Stored data:

►

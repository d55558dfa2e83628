import { ChangeDetectionStrategy, Component, input } from '@angular/core';
import type { ChartTable } from './chart-table';

/** A chart's numbers to be read one by one. */
@Component({
  selector: 'app-chart-numbers',
  template: `
    <div class="scroll" tabindex="0" role="region" [attr.aria-label]="'Numbers of ' + title()">
      <table>
        <caption class="read-out-only">
          {{
            title()
          }}
        </caption>
        <thead>
          <tr>
            <th scope="col">from</th>
            @for (column of table().columns; track $index) {
              <th scope="col">{{ column }}</th>
            }
          </tr>
        </thead>
        <tbody>
          @for (row of table().rows; track $index) {
            <tr>
              <th scope="row">{{ row.when }}</th>
              @for (cell of row.cells; track $index) {
                <td>{{ cell }}</td>
              }
            </tr>
          }
        </tbody>
      </table>
    </div>
  `,
  styleUrl: './chart-numbers.scss',
  changeDetection: ChangeDetectionStrategy.OnPush,
})
export class ChartNumbers {
  readonly title = input.required<string>();
  readonly table = input.required<ChartTable>();
}
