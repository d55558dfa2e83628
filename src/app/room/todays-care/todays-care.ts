import { ChangeDetectionStrategy, Component, computed, inject, input, output } from '@angular/core';
import { MatIcon } from '@angular/material/icon';
import { RouterLink } from '@angular/router';
import type { Task } from '@shared/contracts/care';
import { lateness } from '../../core/care/lateness';
import { dayWords, outcomeWord, taskTitle } from '../../core/care/task-words';
import type { ShownTask } from '../../core/care/with-waiting';
import { ReaderFormat } from '../../core/reader-format';
import { Tick } from '../../ui/tick/tick';

/** What is to be done today and what is late, to be ticked; all else about it is on care's own page. */
@Component({
  selector: 'app-todays-care',
  templateUrl: './todays-care.html',
  styleUrl: './todays-care.scss',
  imports: [MatIcon, RouterLink, Tick],
  changeDetection: ChangeDetectionStrategy.OnPush,
})
export class TodaysCare {
  readonly tasks = input.required<readonly ShownTask[]>();
  /** The room's day, `YYYY-MM-DD`. */
  readonly today = input.required<string>();
  /** Whether the person may tick. */
  readonly mayTick = input(false);
  /** What waits does so for a signal. */
  readonly isHeldUp = input(false);

  readonly ticked = output<Task>();

  private readonly format = inject(ReaderFormat);

  protected readonly items = computed(() =>
    this.tasks()
      .filter(({ task }) => task.dueOn <= this.today())
      .map(({ task, isWaiting }) => ({
        task,
        isDone: task.outcome !== null,
        title: taskTitle(task),
        late: task.outcome === null ? lateness(task.inTimeUntil, this.today()) : null,
        detail: task.doneAt === null ? task.detail : this.closed(task, task.doneAt),
        waits: isWaiting && this.isHeldUp(),
        initials: initialsOf(task.personName),
      })),
  );

  protected readonly comingUp = computed(() =>
    this.tasks()
      .filter(({ task }) => task.dueOn > this.today())
      .map(({ task }) => ({ id: task.id, title: taskTitle(task), when: whenDue(task) })),
  );

  /** "09:05 by Maren Oxley", "Not needed, 09:05 by Maren Oxley" */
  private closed({ doneByName, outcome }: Task, doneAt: string): string {
    const when = this.format.when(doneAt);
    const said = doneByName === null ? when : `${when} by ${doneByName}`;
    return outcome === null || outcome === 'done' ? said : `${outcomeWord(outcome)}, ${said}`;
  }
}

/** "Thu 3 Dec · Maren Oxley" */
function whenDue({ dueOn, personName }: Task): string {
  const day = dayWords(dueOn);
  return personName === null ? day : `${day} · ${personName}`;
}

/** First letters of the first and last name. */
function initialsOf(name: string | null): string {
  const words = (name ?? '').split(/\s+/).filter((word) => word !== '');
  return [words[0], ...words.slice(1).slice(-1)].map((word) => word?.charAt(0) ?? '').join('');
}
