import { TestbedHarnessEnvironment } from '@angular/cdk/testing/testbed';
import { TestBed, type ComponentFixture } from '@angular/core/testing';
import { MatCheckboxHarness } from '@angular/material/checkbox/testing';
import type { Task } from '@shared/contracts/care';
import { task } from '../../core/testing/board-builder';
import { providePlayedServer, signedInAs } from '../../core/testing/signed-in';
import { lateness } from './lateness';
import { TodaysCare, type Tick } from './todays-care';

describe('how late care is', () => {
  it.each([
    ['2026-12-02', null],
    ['2026-12-01', null],
    ['2026-11-30', 'One day late'],
    ['2026-10-24', '38 days late'],
  ])('due on %s, on 1 December, is %s', (dueOn, words) => {
    expect(lateness(dueOn, '2026-12-01')).toBe(words);
  });
});

describe('today’s care', () => {
  let fixture: ComponentFixture<TodaysCare>;
  let ticks: Tick[];
  const page = (): HTMLElement => fixture.nativeElement as HTMLElement;
  const text = (selector: string): string =>
    (page().querySelector(selector)?.textContent ?? '').replace(/[\s\u00a0]+/g, ' ').trim();
  const box = (): Promise<MatCheckboxHarness> =>
    TestbedHarnessEnvironment.loader(fixture).getHarness(MatCheckboxHarness);

  async function shown(tasks: Task[], mayTick = true): Promise<void> {
    TestBed.configureTestingModule({ providers: providePlayedServer() });
    signedInAs();
    fixture = TestBed.createComponent(TodaysCare);
    Object.entries({ tasks, today: '2026-12-01', mayTick }).forEach(([name, value]) =>
      fixture.componentRef.setInput(name, value),
    );
    ticks = [];
    fixture.componentInstance.ticked.subscribe((tick) => ticks.push(tick));
    await fixture.whenStable();
  }

  it('says what, where, how and by whom', async () => {
    await shown([task()]);
    expect(text('b')).toBe('Feed strawberries · A1');
    expect(text('p')).toBe('Half strength');
    expect(text('.who')).toContain('Jo Ashdown');
    expect(text('.who [aria-hidden]')).toBe('JA');
  });

  it('names what is late as late', async () => {
    await shown([task({ dueOn: '2026-11-30' })]);
    expect(text('p')).toBe('One day late Half strength');
  });

  it('says when it was done and by whom, and no longer that it was late', async () => {
    await shown([task({ dueOn: '2026-11-30', doneAt: '2026-12-01T09:05:00Z', doneByName: 'Maren Oxley' })]);
    expect(text('p')).toBe('09:05 by Maren Oxley');
    expect(page().querySelector('li')?.classList).toContain('done');
  });

  it('asks for a tick, but shows it only once it is stored', async () => {
    await shown([task()]);
    await (await box()).toggle();
    expect(ticks).toEqual([{ task: task(), isDone: true }]);
    expect(await (await box()).isChecked()).toBe(false);
    const done = task({ doneAt: '2026-12-01T14:21:00Z' });
    fixture.componentRef.setInput('tasks', [done]);
    expect(await (await box()).isChecked()).toBe(true);
    await (await box()).toggle();
    expect(ticks[1]).toEqual({ task: done, isDone: false });
  });

  it('asks only once while a tick is under way', async () => {
    await shown([task()]);
    fixture.componentRef.setInput('busyIds', new Set([task().id]));
    expect(await (await box()).isDisabled()).toBe(true);
    page()
      .querySelector('mat-checkbox')
      ?.dispatchEvent(new MouseEvent('click', { bubbles: true }));
    expect(ticks).toEqual([]);
  });

  it('can’t be ticked by somebody who may only look', async () => {
    await shown([task()], false);
    expect(await (await box()).isDisabled()).toBe(true);
  });

  it('keeps what is due on a later day apart, with its day and nothing to tick', async () => {
    await shown([task({ dueOn: '2026-12-03' })]);
    expect(text('.quiet')).toBe('Nothing is due today.');
    expect(text('.coming-up b')).toBe('Feed strawberries · A1');
    expect(text('.coming-up p')).toBe('Thu 3 Dec · Jo Ashdown');
    expect(page().querySelector('.coming-up mat-checkbox')).toBeNull();
  });

  it('says so when nothing is due', async () => {
    await shown([]);
    expect(text('.quiet')).toBe('Nothing is due today.');
  });
});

◄

Instructions to follow: The data should be written out again in full, exactly as it stands.

Your solution:
repository d55558dfa2e83628
import { ChangeDetectionStrategy, Component, input } from '@angular/core';
import type { ChartTable } from './chart-table';

/** A chart's numbers to be read one by one. */
@Component({
  selector: 'app-chart-numbers',
  template: `
    <div class="scroll" tabindex="0" role="region" [attr.aria-label]="'Numbers of ' + title()">
      <table>
        <caption class="read-out-only">
          {{
            title()
          }}
        </caption>
        <thead>
          <tr>
            <th scope="col">from</th>
            @for (column of table().columns; track $index) {
              <th scope="col">{{ column }}</th>
            }
          </tr>
        </thead>
        <tbody>
          @for (row of table().rows; track $index) {
            <tr>
              <th scope="row">{{ row.when }}</th>
              @for (cell of row.cells; track $index) {
                <td>{{ cell }}</td>
              }
            </tr>
          }
        </tbody>
      </table>
    </div>
  `,
  styleUrl: './chart-numbers.scss',
  changeDetection: ChangeDetectionStrategy.OnPush,
})
export class ChartNumbers {
  readonly title = input.required<string>();
  readonly table = input.required<ChartTable>();
}
repository d55558dfa2e83628
filename src/app/room/todays-care/todays-care.ts
import { ChangeDetectionStrategy, Component, computed, inject, input, output } from '@angular/core';
import { MatIcon } from '@angular/material/icon';
import { RouterLink } from '@angular/router';
import type { Task } from '@shared/contracts/care';
import { lateness } from '../../core/care/lateness';
import { dayWords, outcomeWord, taskTitle } from '../../core/care/task-words';
import type { ShownTask } from '../../core/care/with-waiting';
import { ReaderFormat } from '../../core/reader-format';
import { Tick } from '../../ui/tick/tick';

/** What is to be done today and what is late, to be ticked; all else about it is on care's own page. */
@Component({
  selector: 'app-todays-care',
  templateUrl: './todays-care.html',
  styleUrl: './todays-care.scss',
  imports: [MatIcon, RouterLink, Tick],
  changeDetection: ChangeDetectionStrategy.OnPush,
})
export class TodaysCare {
  readonly tasks = input.required<readonly ShownTask[]>();
  /** The room's day, `YYYY-MM-DD`. */
  readonly today = input.required<string>();
  /** Whether the person may tick. */
  readonly mayTick = input(false);
  /** What waits does so for a signal. */
  readonly isHeldUp = input(false);

  readonly ticked = output<Task>();

  private readonly format = inject(ReaderFormat);

  protected readonly items = computed(() =>
    this.tasks()
      .filter(({ task }) => task.dueOn <= this.today())
      .map(({ task, isWaiting }) => ({
        task,
        isDone: task.outcome !== null,
        title: taskTitle(task),
        late: task.outcome === null ? lateness(task.inTimeUntil, this.today()) : null,
        detail: task.doneAt === null ? task.detail : this.closed(task, task.doneAt),
        waits: isWaiting && this.isHeldUp(),
        initials: initialsOf(task.personName),
      })),
  );

  protected readonly comingUp = computed(() =>
    this.tasks()
      .filter(({ task }) => task.dueOn > this.today())
      .map(({ task }) => ({ id: task.id, title: taskTitle(task), when: whenDue(task) })),
  );

  /** "09:05 by Maren Oxley", "Not needed, 09:05 by Maren Oxley" */
  private closed({ doneByName, outcome }: Task, doneAt: string): string {
    const when = this.format.when(doneAt);
    const said = doneByName === null ? when : `${when} by ${doneByName}`;
    return outcome === null || outcome === 'done' ? said : `${outcomeWord(outcome)}, ${said}`;
  }
}

/** "Thu 3 Dec · Maren Oxley" */
function whenDue({ dueOn, personName }: Task): string {
  const day = dayWords(dueOn);
  return personName === null ? day : `${day} · ${personName}`;
}

/** First letters of the first and last name. */
function initialsOf(name: string | null): string {
  const words = (name ?? '').split(/\s+/).filter((word) => word !== '');
  return [words[0], ...words.slice(1).slice(-1)].map((word) => word?.charAt(0) ?? '').join('');
}
import { TestbedHarnessEnvironment } from '@angular/cdk/testing/testbed';
import { TestBed, type ComponentFixture } from '@angular/core/testing';
import { MatCheckboxHarness } from '@angular/material/checkbox/testing';
import type { Task } from '@shared/contracts/care';
import { task } from '../../core/testing/board-builder';
import { providePlayedServer, signedInAs } from '../../core/testing/signed-in';
import { lateness } from './lateness';
import { TodaysCare, type Tick } from './todays-care';

describe('how late care is', () => {
  it.each([
    ['2026-12-02', null],
    ['2026-12-01', null],
    ['2026-11-30', 'One day late'],
    ['2026-10-24', '38 days late'],
  ])('due on %s, on 1 December, is %s', (dueOn, words) => {
    expect(lateness(dueOn, '2026-12-01')).toBe(words);
  });
});

describe('today’s care', () => {
  let fixture: ComponentFixture<TodaysCare>;
  let ticks: Tick[];
  const page = (): HTMLElement => fixture.nativeElement as HTMLElement;
  const text = (selector: string): string =>
    (page().querySelector(selector)?.textContent ?? '').replace(/[\s\u00a0]+/g, ' ').trim();
  const box = (): Promise<MatCheckboxHarness> =>
    TestbedHarnessEnvironment.loader(fixture).getHarness(MatCheckboxHarness);

  async function shown(tasks: Task[], mayTick = true): Promise<void> {
    TestBed.configureTestingModule({ providers: providePlayedServer() });
    signedInAs();
    fixture = TestBed.createComponent(TodaysCare);
    Object.entries({ tasks, today: '2026-12-01', mayTick }).forEach(([name, value]) =>
      fixture.componentRef.setInput(name, value),
    );
    ticks = [];
    fixture.componentInstance.ticked.subscribe((tick) => ticks.push(tick));
    await fixture.whenStable();
  }

  it('says what, where, how and by whom', async () => {
    await shown([task()]);
    expect(text('b')).toBe('Feed strawberries · A1');
    expect(text('p')).toBe('Half strength');
    expect(text('.who')).toContain('Jo Ashdown');
    expect(text('.who [aria-hidden]')).toBe('JA');
  });

  it('names what is late as late', async () => {
    await shown([task({ dueOn: '2026-11-30' })]);
    expect(text('p')).toBe('One day late Half strength');
  });

  it('says when it was done and by whom, and no longer that it was late', async () => {
    await shown([task({ dueOn: '2026-11-30', doneAt: '2026-12-01T09:05:00Z', doneByName: 'Maren Oxley' })]);
    expect(text('p')).toBe('09:05 by Maren Oxley');
    expect(page().querySelector('li')?.classList).toContain('done');
  });

  it('asks for a tick, but shows it only once it is stored', async () => {
    await shown([task()]);
    await (await box()).toggle();
    expect(ticks).toEqual([{ task: task(), isDone: true }]);
    expect(await (await box()).isChecked()).toBe(false);
    const done = task({ doneAt: '2026-12-01T14:21:00Z' });
    fixture.componentRef.setInput('tasks', [done]);
    expect(await (await box()).isChecked()).toBe(true);
    await (await box()).toggle();
    expect(ticks[1]).toEqual({ task: done, isDone: false });
  });

  it('asks only once while a tick is under way', async () => {
    await shown([task()]);
    fixture.componentRef.setInput('busyIds', new Set([task().id]));
    expect(await (await box()).isDisabled()).toBe(true);
    page()
      .querySelector('mat-checkbox')
      ?.dispatchEvent(new MouseEvent('click', { bubbles: true }));
    expect(ticks).toEqual([]);
  });

  it('can’t be ticked by somebody who may only look', async () => {
    await shown([task()], false);
    expect(await (await box()).isDisabled()).toBe(true);
  });

  it('keeps what is due on a later day apart, with its day and nothing to tick', async () => {
    await shown([task({ dueOn: '2026-12-03' })]);
    expect(text('.quiet')).toBe('Nothing is due today.');
    expect(text('.coming-up b')).toBe('Feed strawberries · A1');
    expect(text('.coming-up p')).toBe('Thu 3 Dec · Jo Ashdown');
    expect(page().querySelector('.coming-up mat-checkbox')).toBeNull();
  });

  it('says so when nothing is due', async () => {
    await shown([]);
    expect(text('.quiet')).toBe('Nothing is due today.');
  });
});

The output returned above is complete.